Sample mix-ups in datasets from large studies are more common than you think


If you have analyzed enough high throughput data you have seen it before: a male sample that is really a female, a liver that is a kidney, etc… As the datasets I analyze get bigger I see more and more sample mix-ups. When I find a couple of  samples for which sex is incorrectly annotated (one can easily see this from examining data from X and Y chromosomes) I can’t help but wonder if there are more that are undetectable (e.g. swapping samples of same sex). Datasets that include two types of measurements, for example genotypes and gene expression, make it possible to detect sample swaps more generally. I recently attended a talk by Karl Broman on this topic (one of best talks I’ve seen.. check out the slides here). Karl reports an example in which it looks as if whoever was pipetting skipped a sample and kept on going, introducing an off-by-one error for over 50 samples. As I sat through the talk, I wondered how many of the large GWAS studies have mix-ups like this?

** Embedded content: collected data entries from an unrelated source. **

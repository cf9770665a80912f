-- One row per step of a weaning study; steps of one study share study_h.
create table record.weaning_step (
  run_key text not null,
  step_no integer not null,
  study_h double,
  flow_l_min double check (flow_l_min between 0 and 10),
  map_mmhg double check (map_mmhg between 0 and 250),
  cvp_mmhg double check (cvp_mmhg between -10 and 60),
  lvef_percent double check (lvef_percent between 0 and 90),
  lvot_vti_cm double check (lvot_vti_cm between 0 and 45),
  lateral_s_prime_cm_s double check (lateral_s_prime_cm_s between 0 and 30),
  result text,
  primary key (run_key, step_no)
);
comment on table record.weaning_step is 'Steps of weaning studies; steps of one study share study_h';
comment on column record.weaning_step.run_key is 'the run';
comment on column record.weaning_step.step_no is 'order of the rows of this run';
comment on column record.weaning_step.study_h is 'time of the study; unit h';
comment on column record.weaning_step.flow_l_min is 'pump flow at this step; unit L/min';
comment on column record.weaning_step.map_mmhg is 'mean arterial pressure; unit mm[Hg]';
comment on column record.weaning_step.cvp_mmhg is 'central venous pressure; unit mm[Hg]';
comment on column record.weaning_step.lvef_percent is 'LV ejection fraction; unit %';
comment on column record.weaning_step.lvot_vti_cm is 'LVOT velocity-time integral; unit cm';
comment on column record.weaning_step.lateral_s_prime_cm_s is 'lateral S prime; unit cm/s';
comment on column record.weaning_step.result is 'result of the study, if the source states one'
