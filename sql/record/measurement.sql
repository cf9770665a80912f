-- Long: one row per run, analyte and time (or window).
create table record.measurement (
  run_key text not null,
  analyte text not null,
  window_label text not null,
  measurement_no integer not null,
  measured_h double,
  value double not null,
  bound_sign text,
  unit_as_received text not null,
  value_as_received double not null,
  site text,
  reading text,
  primary key (run_key, analyte, window_label, measurement_no)
);
comment on table record.measurement is 'One row per run, analyte and time or window; value in the canonical unit of vocabulary.analyte';
comment on column record.measurement.run_key is 'the run';
comment on column record.measurement.analyte is 'see vocabulary.analyte';
comment on column record.measurement.window_label is 'see vocabulary.window_label';
comment on column record.measurement.measurement_no is 'order of the rows of this run, analyte and window';
comment on column record.measurement.measured_h is 'time of the sample relative to hour 0; unit h';
comment on column record.measurement.value is 'value in the canonical unit';
comment on column record.measurement.bound_sign is 'the analyser gave a limit';
comment on column record.measurement.unit_as_received is 'unit declared by the mapping';
comment on column record.measurement.value_as_received is 'value in that unit';
comment on column record.measurement.site is 'where it was drawn or read';
comment on column record.measurement.reading is 'values of one reading carry the same word, so that pulse pressure is paired'
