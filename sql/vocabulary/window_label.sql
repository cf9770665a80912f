-- When a measurement was taken, as a label. Grain: one row a window. `is_pre_support`: known at time zero.
select * from (values
  ('home_baseline',  'usual value at home',                    true),
  ('admission',      'at hospital admission',                  true),
  ('shock_onset',    'when shock began',                       true),
  ('pre_worst_6h',   'worst in the 6 h before support',        true),
  ('pre_worst_24h',  'worst in the 24 h before support',       true),
  ('pre_last',       'last before support',                    true),
  ('pre_undated',    'before support, time not recorded',      true),
  ('arrest',         'during the arrest',                      true),
  ('post_1h',        '1 h after the start',                    false),
  ('post_6h',        '6 h after the start',                    false),
  ('post_12h',       '12 h after the start',                   false),
  ('post_24h',       '24 h after the start',                   false),
  ('wean_step',      'during a weaning study',                 false),
  ('pre_end',        'last before the end of support',         false)
) as t(window_label, meaning, is_pre_support)
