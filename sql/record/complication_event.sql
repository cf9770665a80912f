-- One row per recorded event. Episodes are counted in the marts, by rule and not by row.
create table record.complication_event (
  run_key text not null,
  event_no integer not null,
  kind text not null,
  onset_h double,
  onset_precision_h double check (onset_precision_h >= 0),
  grade_scale text,
  grade text,
  consequence text,
  resolved_h double,
  primary key (run_key, event_no)
);
comment on table record.complication_event is 'Complication events as recorded';
comment on column record.complication_event.run_key is 'the run';
comment on column record.complication_event.event_no is 'order of the events of this run';
comment on column record.complication_event.kind is 'see vocabulary.complication_kind';
comment on column record.complication_event.onset_h is 'onset after hour 0; unit h';
comment on column record.complication_event.onset_precision_h is 'the onset is known to plus or minus this; unit h';
comment on column record.complication_event.grade_scale is 'scale of the native grade, or "source words"';
comment on column record.complication_event.grade is 'native grade; never turned into a consequence';
comment on column record.complication_event.consequence is 'harmonised consequence, only if the source states it';
comment on column record.complication_event.resolved_h is 'resolved; unit h'
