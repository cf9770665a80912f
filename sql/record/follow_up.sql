-- One row per run: the last that is known of the person.
create table record.follow_up (
  run_key text primary key,
  vital_status text,
  contact_h double,
  death_h double,
  contact_kind text
);
comment on table record.follow_up is 'The last that is known of the person';
comment on column record.follow_up.run_key is 'the run';
comment on column record.follow_up.vital_status is 'alive or dead at that contact';
comment on column record.follow_up.contact_h is 'last contact of the living, floored to 0, 30, 90, 180 or 365 days so that no shared date can be recovered; unit h';
comment on column record.follow_up.death_h is 'the date beside a death after hour 0: day of death or day of news, as the source declares; unit h';
comment on column record.follow_up.contact_kind is 'how the news came'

A recent paper (gated) published by Lude Franke and colleagues describes MixupMapper: a method for detecting and correcting mix-ups. They examined several public datasets and discovered mix-ups in all of them. The worst performing study, published in PLoS Genetics, was reported to have 23% of the samples swapped. I was surprised that the MixupMapper paper was not published in a higher impact journal.  Turns out PLoS Genetics rejected the paper. I think this was a big mistake on their part: the paper is clear and well written, reports a problem with a PLoS Genetics papers, and describes a solution to a problem that should have us all quite worried. I think it’s important that everybody learn about this problem so I was happy to see that, eight months later, Nature Genetics published a paper reporting mix-ups (gated)… but they didn’t cite the MixupMapper paper! Sorry Lude, welcome to the reverse scooped club.